Copy each line of the entries that includes the word "code".

Dataset entries below:

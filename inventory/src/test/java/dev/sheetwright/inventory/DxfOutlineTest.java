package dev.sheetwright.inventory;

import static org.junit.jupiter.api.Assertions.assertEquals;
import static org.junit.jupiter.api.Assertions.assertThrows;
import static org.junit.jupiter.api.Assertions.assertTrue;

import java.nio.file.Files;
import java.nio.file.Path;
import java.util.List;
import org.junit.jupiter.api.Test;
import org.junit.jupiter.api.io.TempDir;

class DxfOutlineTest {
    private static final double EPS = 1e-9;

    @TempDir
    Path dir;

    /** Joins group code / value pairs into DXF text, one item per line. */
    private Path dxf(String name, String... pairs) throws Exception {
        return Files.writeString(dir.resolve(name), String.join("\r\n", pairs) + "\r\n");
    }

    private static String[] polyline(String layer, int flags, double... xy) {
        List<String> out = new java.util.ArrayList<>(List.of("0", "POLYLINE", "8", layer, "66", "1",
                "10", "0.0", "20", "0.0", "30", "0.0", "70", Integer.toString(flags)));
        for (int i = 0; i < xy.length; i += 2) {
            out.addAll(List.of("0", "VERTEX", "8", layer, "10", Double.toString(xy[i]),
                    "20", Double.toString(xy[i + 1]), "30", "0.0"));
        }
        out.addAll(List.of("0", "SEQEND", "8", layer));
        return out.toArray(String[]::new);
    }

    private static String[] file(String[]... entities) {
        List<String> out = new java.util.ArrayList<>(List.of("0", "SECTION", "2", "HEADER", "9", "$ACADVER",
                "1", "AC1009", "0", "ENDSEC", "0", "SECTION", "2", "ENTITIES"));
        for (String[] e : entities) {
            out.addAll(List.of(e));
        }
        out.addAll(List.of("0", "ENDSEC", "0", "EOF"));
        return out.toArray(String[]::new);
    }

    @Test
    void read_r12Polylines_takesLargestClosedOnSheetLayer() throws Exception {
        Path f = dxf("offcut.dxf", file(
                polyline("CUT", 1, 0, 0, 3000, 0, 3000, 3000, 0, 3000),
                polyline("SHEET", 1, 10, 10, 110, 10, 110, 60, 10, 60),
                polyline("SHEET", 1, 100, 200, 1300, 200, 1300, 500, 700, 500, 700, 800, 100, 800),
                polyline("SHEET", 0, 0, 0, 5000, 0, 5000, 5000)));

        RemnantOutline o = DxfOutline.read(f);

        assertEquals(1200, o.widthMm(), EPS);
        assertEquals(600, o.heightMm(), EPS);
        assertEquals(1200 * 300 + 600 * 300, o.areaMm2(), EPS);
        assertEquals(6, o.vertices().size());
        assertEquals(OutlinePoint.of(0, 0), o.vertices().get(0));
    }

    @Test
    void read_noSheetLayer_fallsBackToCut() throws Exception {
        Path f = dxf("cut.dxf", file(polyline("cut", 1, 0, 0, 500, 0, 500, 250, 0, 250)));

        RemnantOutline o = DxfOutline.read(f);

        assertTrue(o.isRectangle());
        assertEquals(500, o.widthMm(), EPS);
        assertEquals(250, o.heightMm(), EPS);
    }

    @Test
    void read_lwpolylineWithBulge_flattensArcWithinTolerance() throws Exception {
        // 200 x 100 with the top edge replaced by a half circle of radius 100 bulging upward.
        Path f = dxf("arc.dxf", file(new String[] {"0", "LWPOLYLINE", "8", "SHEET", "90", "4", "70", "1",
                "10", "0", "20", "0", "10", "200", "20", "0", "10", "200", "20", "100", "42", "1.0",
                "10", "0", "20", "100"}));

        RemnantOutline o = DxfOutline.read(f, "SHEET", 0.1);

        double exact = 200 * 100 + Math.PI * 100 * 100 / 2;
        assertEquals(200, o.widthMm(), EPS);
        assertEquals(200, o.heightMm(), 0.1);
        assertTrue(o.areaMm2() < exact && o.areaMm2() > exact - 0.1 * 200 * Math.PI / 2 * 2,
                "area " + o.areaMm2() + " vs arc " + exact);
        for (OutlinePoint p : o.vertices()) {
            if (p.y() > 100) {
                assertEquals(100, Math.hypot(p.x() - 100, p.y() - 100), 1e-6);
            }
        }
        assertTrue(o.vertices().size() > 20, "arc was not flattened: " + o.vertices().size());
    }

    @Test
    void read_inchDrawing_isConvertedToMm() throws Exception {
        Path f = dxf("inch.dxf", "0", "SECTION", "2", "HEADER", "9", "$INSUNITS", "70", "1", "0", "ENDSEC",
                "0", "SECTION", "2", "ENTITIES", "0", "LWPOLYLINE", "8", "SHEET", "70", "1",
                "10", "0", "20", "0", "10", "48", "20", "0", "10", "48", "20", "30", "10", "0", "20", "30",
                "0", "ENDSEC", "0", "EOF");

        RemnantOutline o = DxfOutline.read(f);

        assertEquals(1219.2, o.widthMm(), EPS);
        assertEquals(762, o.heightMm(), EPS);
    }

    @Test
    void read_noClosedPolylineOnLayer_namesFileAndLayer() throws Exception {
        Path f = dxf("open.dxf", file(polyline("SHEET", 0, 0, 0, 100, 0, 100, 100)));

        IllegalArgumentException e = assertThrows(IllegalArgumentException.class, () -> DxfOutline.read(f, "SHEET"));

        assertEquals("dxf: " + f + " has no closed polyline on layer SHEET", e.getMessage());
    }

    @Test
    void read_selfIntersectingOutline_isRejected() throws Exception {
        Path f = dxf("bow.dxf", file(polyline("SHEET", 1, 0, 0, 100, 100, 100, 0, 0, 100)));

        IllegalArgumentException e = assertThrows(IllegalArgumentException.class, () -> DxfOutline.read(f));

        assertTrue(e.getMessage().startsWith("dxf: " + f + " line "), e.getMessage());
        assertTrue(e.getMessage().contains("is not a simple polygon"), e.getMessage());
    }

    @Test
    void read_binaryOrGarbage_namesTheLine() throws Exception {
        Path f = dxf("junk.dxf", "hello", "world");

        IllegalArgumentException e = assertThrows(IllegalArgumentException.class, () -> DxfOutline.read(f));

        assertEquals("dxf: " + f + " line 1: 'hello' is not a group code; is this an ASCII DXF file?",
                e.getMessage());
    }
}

End of Dataset entries.
Dataset entries below:

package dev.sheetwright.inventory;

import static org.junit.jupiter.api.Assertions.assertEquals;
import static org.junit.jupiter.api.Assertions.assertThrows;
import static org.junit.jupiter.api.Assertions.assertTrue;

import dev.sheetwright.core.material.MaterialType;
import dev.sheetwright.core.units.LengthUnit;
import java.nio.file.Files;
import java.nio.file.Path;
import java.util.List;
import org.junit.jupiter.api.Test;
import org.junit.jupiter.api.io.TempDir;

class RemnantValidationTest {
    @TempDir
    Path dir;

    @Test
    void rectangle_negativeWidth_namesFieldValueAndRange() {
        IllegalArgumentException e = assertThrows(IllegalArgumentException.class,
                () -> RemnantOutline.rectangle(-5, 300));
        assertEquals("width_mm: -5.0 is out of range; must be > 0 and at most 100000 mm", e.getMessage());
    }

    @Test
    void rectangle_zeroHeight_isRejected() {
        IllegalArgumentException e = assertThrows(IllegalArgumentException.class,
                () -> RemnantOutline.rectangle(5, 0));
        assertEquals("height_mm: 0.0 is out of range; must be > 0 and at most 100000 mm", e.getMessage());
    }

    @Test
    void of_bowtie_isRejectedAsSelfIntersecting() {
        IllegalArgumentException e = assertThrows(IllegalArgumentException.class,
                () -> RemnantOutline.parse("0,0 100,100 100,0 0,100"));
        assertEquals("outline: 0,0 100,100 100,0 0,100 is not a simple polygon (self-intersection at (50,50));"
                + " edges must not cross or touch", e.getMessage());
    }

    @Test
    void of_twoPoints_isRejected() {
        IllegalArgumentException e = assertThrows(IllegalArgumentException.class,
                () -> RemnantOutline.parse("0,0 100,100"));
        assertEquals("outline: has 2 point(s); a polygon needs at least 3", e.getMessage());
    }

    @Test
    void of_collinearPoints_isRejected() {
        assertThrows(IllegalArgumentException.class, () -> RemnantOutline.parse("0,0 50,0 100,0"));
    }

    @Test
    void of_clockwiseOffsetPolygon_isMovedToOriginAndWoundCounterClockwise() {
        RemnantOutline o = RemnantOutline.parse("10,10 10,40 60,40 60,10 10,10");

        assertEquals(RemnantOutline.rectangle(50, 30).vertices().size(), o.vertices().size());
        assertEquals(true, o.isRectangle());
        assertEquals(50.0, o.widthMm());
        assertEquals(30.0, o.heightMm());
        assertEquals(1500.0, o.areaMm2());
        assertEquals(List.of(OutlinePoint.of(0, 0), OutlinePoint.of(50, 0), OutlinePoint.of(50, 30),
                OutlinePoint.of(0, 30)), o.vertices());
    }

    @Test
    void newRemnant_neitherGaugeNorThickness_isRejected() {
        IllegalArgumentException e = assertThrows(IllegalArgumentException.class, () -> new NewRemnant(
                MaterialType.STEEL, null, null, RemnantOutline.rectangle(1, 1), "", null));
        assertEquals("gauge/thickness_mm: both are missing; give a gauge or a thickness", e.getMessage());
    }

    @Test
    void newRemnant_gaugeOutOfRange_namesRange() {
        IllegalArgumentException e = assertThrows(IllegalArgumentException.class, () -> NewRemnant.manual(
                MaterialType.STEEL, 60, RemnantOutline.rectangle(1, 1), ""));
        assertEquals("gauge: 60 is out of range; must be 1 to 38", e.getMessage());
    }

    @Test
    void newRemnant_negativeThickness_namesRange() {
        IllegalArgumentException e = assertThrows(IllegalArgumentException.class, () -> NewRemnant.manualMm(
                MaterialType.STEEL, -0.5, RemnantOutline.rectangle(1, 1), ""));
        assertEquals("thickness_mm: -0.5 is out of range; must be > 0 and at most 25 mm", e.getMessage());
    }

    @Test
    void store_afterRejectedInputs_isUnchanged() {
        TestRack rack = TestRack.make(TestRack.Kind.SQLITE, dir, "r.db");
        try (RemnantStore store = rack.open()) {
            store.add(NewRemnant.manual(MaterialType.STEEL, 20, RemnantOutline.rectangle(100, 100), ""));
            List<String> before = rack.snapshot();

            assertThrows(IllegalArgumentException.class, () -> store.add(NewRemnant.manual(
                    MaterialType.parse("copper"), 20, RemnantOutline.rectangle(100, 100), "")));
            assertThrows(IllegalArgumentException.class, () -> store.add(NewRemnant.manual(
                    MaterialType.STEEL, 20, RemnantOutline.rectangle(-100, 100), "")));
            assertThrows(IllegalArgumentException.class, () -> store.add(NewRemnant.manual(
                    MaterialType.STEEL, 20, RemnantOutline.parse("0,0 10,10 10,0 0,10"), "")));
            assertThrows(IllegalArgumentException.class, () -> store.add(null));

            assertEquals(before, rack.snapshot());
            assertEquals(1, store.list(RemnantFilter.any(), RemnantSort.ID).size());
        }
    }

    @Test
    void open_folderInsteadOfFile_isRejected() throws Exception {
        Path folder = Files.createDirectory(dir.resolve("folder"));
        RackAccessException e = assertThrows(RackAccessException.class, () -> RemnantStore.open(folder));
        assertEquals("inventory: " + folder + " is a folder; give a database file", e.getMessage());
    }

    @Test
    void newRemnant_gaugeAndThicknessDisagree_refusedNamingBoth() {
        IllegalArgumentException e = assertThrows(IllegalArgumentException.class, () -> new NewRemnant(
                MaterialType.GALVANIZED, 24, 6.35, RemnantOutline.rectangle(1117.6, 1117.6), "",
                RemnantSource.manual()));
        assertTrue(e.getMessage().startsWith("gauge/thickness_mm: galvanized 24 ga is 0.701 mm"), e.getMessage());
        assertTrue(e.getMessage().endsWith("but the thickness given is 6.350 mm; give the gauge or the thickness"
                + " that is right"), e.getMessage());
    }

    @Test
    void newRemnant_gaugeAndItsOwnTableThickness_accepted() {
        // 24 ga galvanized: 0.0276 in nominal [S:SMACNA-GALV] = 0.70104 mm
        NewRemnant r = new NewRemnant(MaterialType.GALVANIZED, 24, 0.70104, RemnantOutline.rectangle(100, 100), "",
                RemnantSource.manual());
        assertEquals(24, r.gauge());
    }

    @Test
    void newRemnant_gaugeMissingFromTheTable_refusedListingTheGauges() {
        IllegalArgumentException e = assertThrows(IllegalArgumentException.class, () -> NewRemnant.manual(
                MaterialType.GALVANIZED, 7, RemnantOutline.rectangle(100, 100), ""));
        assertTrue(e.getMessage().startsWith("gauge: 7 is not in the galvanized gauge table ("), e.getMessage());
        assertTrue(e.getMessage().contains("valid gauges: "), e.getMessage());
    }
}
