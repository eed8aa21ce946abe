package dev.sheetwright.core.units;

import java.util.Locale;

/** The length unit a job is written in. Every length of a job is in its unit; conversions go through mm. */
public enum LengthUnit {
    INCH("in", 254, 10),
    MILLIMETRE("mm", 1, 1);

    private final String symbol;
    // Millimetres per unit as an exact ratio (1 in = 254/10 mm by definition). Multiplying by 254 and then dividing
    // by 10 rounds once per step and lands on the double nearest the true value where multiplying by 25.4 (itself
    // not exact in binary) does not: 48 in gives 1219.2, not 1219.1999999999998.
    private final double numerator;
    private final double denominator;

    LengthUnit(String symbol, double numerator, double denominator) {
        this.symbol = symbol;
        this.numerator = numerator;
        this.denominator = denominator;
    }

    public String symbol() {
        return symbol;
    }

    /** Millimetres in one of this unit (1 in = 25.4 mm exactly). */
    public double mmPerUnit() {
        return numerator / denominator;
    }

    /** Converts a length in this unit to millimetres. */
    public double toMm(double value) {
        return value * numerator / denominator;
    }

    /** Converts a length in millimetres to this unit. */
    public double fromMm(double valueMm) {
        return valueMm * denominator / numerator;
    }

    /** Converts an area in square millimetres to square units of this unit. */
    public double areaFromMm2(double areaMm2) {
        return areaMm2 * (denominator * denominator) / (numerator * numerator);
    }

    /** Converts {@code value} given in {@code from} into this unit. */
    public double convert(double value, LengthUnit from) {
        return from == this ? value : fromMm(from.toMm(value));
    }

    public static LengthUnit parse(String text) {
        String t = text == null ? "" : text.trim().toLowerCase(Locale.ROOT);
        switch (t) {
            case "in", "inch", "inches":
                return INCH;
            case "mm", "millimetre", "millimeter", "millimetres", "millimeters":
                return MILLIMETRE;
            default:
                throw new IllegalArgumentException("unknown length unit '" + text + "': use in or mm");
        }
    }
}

End of Dataset entries.
Dataset entries below:

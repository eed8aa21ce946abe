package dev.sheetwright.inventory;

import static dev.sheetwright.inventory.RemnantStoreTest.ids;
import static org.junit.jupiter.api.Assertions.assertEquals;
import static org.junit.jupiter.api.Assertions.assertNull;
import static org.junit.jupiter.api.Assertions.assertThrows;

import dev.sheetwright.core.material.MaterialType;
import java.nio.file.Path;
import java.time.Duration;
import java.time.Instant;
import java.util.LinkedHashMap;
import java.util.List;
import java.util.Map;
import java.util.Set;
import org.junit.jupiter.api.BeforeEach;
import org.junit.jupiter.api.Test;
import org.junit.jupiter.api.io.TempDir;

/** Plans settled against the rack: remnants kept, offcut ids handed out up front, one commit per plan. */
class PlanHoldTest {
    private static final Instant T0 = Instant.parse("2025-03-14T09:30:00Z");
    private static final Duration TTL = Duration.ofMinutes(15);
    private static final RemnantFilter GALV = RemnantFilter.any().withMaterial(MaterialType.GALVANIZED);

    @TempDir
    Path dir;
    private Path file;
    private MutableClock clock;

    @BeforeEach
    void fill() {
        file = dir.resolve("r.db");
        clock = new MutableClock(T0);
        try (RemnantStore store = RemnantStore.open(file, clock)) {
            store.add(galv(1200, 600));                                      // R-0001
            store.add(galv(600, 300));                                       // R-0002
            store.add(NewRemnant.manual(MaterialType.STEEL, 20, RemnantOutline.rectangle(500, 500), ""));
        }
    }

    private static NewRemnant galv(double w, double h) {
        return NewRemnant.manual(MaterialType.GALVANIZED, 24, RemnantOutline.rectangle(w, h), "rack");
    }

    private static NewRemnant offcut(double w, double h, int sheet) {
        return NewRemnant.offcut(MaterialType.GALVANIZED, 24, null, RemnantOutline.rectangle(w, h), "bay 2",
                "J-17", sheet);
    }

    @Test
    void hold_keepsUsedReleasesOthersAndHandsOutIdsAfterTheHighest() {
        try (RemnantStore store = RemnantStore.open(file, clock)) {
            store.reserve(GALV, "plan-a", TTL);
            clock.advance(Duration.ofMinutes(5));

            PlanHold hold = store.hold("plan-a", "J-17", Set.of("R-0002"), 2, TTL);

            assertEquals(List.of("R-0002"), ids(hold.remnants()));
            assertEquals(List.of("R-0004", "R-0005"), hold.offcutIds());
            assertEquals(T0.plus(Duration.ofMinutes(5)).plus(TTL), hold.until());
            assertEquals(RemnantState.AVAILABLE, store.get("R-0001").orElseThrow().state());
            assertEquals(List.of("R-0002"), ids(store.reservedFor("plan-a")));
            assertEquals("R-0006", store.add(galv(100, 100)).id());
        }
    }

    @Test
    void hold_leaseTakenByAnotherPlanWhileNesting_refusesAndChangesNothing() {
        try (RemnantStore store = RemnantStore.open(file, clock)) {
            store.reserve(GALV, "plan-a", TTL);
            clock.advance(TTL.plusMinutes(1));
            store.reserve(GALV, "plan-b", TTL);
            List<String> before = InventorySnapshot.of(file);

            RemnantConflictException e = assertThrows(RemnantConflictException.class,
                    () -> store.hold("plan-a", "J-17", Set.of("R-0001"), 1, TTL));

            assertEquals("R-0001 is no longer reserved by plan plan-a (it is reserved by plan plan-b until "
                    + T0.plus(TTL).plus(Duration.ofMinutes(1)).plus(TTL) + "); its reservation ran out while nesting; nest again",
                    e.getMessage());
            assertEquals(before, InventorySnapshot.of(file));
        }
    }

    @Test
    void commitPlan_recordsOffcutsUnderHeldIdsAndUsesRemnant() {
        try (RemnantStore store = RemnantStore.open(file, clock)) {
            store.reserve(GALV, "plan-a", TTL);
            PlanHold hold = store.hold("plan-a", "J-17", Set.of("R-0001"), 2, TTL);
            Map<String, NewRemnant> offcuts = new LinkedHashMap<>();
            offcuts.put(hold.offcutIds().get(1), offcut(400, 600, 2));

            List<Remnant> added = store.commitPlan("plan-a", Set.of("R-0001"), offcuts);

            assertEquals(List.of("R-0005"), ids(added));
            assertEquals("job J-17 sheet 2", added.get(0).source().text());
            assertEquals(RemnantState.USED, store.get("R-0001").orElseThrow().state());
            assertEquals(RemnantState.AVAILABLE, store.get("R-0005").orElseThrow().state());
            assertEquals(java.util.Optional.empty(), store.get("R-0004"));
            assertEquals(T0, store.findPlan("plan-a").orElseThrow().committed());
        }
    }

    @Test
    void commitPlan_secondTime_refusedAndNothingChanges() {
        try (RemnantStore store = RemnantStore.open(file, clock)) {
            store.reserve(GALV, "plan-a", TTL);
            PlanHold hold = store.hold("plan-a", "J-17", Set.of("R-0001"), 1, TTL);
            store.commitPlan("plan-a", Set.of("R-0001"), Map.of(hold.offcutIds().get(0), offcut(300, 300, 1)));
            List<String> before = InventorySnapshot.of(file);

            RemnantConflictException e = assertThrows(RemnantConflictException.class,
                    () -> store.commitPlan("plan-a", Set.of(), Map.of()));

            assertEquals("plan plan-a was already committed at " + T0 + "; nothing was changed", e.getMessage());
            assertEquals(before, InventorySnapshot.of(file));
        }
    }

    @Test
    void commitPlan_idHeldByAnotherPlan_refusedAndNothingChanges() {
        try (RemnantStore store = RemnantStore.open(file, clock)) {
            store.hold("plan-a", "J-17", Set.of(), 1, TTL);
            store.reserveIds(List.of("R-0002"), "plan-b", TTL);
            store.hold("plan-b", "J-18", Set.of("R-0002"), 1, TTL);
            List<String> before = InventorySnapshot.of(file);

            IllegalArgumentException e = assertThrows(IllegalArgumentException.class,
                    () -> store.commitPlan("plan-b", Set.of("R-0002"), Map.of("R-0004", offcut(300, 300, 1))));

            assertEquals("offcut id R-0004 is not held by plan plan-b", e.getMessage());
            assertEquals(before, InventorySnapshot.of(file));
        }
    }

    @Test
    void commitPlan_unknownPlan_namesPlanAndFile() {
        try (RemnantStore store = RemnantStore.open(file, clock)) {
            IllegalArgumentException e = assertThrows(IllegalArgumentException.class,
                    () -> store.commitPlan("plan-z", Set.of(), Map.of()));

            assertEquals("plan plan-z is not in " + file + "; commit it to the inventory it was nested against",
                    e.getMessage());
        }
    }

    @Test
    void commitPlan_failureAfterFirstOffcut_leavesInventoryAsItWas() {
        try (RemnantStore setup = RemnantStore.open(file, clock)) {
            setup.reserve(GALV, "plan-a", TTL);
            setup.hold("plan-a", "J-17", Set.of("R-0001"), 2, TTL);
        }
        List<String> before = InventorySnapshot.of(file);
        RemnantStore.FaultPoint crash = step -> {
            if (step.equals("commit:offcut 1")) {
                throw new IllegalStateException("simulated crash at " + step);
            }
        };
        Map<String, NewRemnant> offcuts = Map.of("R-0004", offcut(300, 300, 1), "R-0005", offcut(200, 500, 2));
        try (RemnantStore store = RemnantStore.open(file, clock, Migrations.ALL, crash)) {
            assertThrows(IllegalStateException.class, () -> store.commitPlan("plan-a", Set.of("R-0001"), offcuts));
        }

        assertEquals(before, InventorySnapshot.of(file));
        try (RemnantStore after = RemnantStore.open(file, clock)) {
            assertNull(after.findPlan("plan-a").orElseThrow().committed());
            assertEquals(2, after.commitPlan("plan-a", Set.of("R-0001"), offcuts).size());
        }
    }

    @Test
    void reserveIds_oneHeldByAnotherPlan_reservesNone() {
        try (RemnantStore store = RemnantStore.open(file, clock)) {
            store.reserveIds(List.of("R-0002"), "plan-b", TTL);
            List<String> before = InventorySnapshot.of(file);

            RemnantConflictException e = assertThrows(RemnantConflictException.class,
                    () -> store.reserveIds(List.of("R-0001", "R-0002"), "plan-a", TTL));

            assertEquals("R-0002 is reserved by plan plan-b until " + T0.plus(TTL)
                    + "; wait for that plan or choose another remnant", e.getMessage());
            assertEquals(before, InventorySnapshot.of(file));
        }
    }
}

End of Dataset entries.

» **Output for this exercise**
    /** Joins group code / value pairs into DXF text, one item per line. */
        assertEquals("dxf: " + f + " line 1: 'hello' is not a group code; is this an ASCII DXF file?",
    /** Converts {@code value} given in {@code from} into this unit. */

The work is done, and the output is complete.